Tippet Rise OPUS 2016, Domo

There are musical gatherings that are more than a collection of musicians addressing a body of works. There are those most welcome but also most rare of confluences, the time when magic prevails. Such was very much the case with Tippet Rise OPUS 2016 and their Domo (Pentatone Oxingale Series 5186 660).

The recording documents a concert held last year at the Tippet Rise Art Center in Montana, set on a stunningly beautiful natural and sculptural site that most apparently lends itself to inspired music making. Domo gives us a remarkable chamber music program of mostly early modern Russian chamber landmarks and a few notable other works, all performed with uniformly high caliber artistry.

Everything begins with a roaringly dramatic performance of Scriabin's "Piano Sonata No. 5," a very singularly passionate reading by Yevgeny Subdin that to me stands out as one of the most moving I've heard. It is followed by two songs and a piano work by Anton Garcia Abril, performed with care by pianist Christopher O'Riley and soprano Emily Helenbrook.
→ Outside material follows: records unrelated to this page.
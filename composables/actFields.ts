import { LOSS_REASONS, METHOD_NAMES } from '#shared/cellar/movement'
import type { LossReason, Method } from '#shared/cellar/movement'
import type { VesselLedger } from '#shared/schemas/ledger'
import type { FieldFault } from '#shared/types/problem'
import { plainNumber } from './plainNumber'

/** The acts that have a form of their own. */
export const ACT_KINDS = ['draw', 'fill', 'move', 'loss'] as const
export type ActKind = (typeof ACT_KINDS)[number]

export const ACT_WORDS: Record<ActKind, { title: string, mark: 'duty-draw' | 'duty-order' | 'duty-cascade' | 'duty-topping' }> = {
  draw: { title: 'Draw and refill', mark: 'duty-draw' },
  fill: { title: 'Fill', mark: 'duty-topping' },
  move: { title: 'Move', mark: 'duty-cascade' },
  loss: { title: 'Loss', mark: 'duty-topping' },
}

/** An act as it stands in its form: all that is typed is text until it is sent. */
export interface ActFields {
  out: string
  into: string
  occurredOn: string
  lot: string
  brewCode: string
  brewedOn: string
  toVesselId: string
  lossLitres: string
  reason: LossReason | ''
  method: Method | ''
  note: string
}
export type ActField = keyof ActFields

export const ACT_LABELS: Record<ActField, string> = {
  out: 'Out', into: 'In', occurredOn: 'Day', lot: 'Run of what goes out', brewCode: 'Brew that goes in', brewedOn: 'Brewed on',
  toVesselId: 'Into', lossLitres: 'Lost on the way', reason: 'Why', method: 'How it was measured', note: 'Note',
}

export const METHOD_WORDS: Record<Method, string> = { weighed: 'Weighed', flowMeter: 'Flow meter', dip: 'Dip', sight: 'Sight glass', guess: 'Guess' }
export const METHOD_CHOICES = METHOD_NAMES.map(value => ({ value, label: METHOD_WORDS[value] }))
const REASON_WORDS: Record<LossReason, string> = { evaporation: 'Evaporation', leak: 'Leak', lees: 'Lees', transfer: 'Transfer', dumped: 'Dumped' }
export const REASON_CHOICES = LOSS_REASONS.map(value => ({ value, label: REASON_WORDS[value] }))

export function emptyAct(today: string): ActFields {
  return { out: '', into: '', occurredOn: today, lot: '', brewCode: '', brewedOn: '', toVesselId: '', lossLitres: '', reason: '', method: '', note: '' }
}

/** The litres of a field; null while it holds none. */
export function litresOf(text: string): number | null {
  const litres = plainNumber(text)
  return typeof litres === 'number' && litres > 0 ? litres : null
}

const filled = (text: string) => text.trim() !== ''

type Line = 'draw' | 'in' | 'move' | 'loss'

/** The lines of an act, in the order in which they are sent. */
function linesOf(kind: ActKind, fields: ActFields): Line[] {
  if (kind === 'draw') return filled(fields.into) ? ['draw', 'in'] : ['draw']
  return [kind === 'fill' ? 'in' : kind]
}

/** The act as it is sent. What is no number goes as it was typed, for the answer to speak of. */
export function actBody(kind: ActKind, vesselId: string, fields: ActFields, ids: { act: string, lines: readonly string[] }): object {
  const common = { vesselId, occurredOn: fields.occurredOn, ...(fields.method === '' ? {} : { method: fields.method }) }
  const movements = linesOf(kind, fields).map((line, index) => {
    const id = ids.lines[index]
    const litres = plainNumber(line === 'in' ? fields.into : fields.out)
    switch (line) {
      case 'in': return { id, kind: line, ...common, litres, brew: { code: fields.brewCode, brewedOn: fields.brewedOn } }
      case 'draw': return { id, kind: line, ...common, litres, ...(filled(fields.lot) ? { lot: fields.lot } : {}) }
      case 'move': return { id, kind: line, ...common, litres, toVesselId: fields.toVesselId, ...(filled(fields.lossLitres) ? { lossLitres: plainNumber(fields.lossLitres) } : {}) }
      default: return { id, kind: line, ...common, litres, reason: fields.reason }
    }
  })
  return { id: ids.act, ...(filled(fields.note) ? { note: fields.note } : {}), movements }
}

/** The faults of an act at the fields of its form: `movements.1.litres` is what goes in. Each field has its first. */
export function actFaults(kind: ActKind, fields: ActFields, faults: readonly FieldFault[]): FieldFault[] {
  const lines = linesOf(kind, fields)
  return faults.map((fault) => {
    const [, index, path = ''] = /^movements\.(\d+)\.(.+)$/.exec(fault.field) ?? []
    return index === undefined ? fault : { ...fault, field: fieldOf(lines[Number(index)] ?? 'draw', path, fields) }
  })
}

function fieldOf(line: Line, path: string, fields: ActFields): string {
  if (path === 'litres') return line === 'in' ? 'into' : 'out'
  if (path === 'brew.brewedOn') return 'brewedOn'
  if (path.startsWith('brew')) return filled(fields.brewCode) ? 'brewedOn' : 'brewCode'
  return path
}

/** The litres of the last line of a kind that still stands. */
export function lastLitres({ movements }: VesselLedger, vesselId: string, kind: 'in' | 'draw' | 'move' | 'loss'): number | null {
  return movements.find(line => line.kind === kind && line.reversal === null && line.vesselId === vesselId)?.litres ?? null
}

/** What the button that keeps an act says. */
export function keepWords(kind: ActKind, fields: ActFields): string {
  const [out, into] = [litresOf(fields.out), litresOf(fields.into)]
  const told = (litres: number | null) => litres === null ? '–' : litres.toLocaleString('en-GB', { maximumFractionDigits: 3 })
  if (out === null && into === null) return 'Keep the act'
  if (kind === 'draw') return into === null ? `Keep ${told(out)} out` : `Keep ${told(out)} out, ${told(into)} in`
  if (kind === 'fill') return `Keep ${told(into)} in`
  return kind === 'move' ? `Keep ${told(out)} moved` : `Keep ${told(out)} lost`
}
O'Riley then joins with cello master Matt Haimovitz for a ravishing version of Rachmaninoff's "Vocalise." Then we are treated to an infectiously joyful version of Stravinsky's third movement for the solo piano version of "Trois mouvements de Petrushka" played with nearly ecstatic verve by Jenny Chen.

From there we get quite stimulating versions of the second movement from his "Suite No. 1" (O'Riley and Anne-Marie McDermott, pianos) and Chopin's "Nocturne Op.15, No. 2" (Stephen Hough).

The fitting and most notable climax and finale comes with a trumpet and two piano version of Scriabin's "Poem de l'extase," with O'Riley and Svetlana Smolina on pianos and Elmer Churampi on trumpet. I've never heard the chamber version and I must say in the very capable hands of these three artists the music has all the mystery and thrust of the orchestral version but at the same time an intimacy that is different and refreshing.

So I am not one to gush about what could on the surface seem to be an ordinary concert of mostly well-trodden repertoire pieces. It isn't. The performances are marvelous, uniformly so. Anyone who cherishes the Russian early modernists will surely find this a very memorable recording.

Wow.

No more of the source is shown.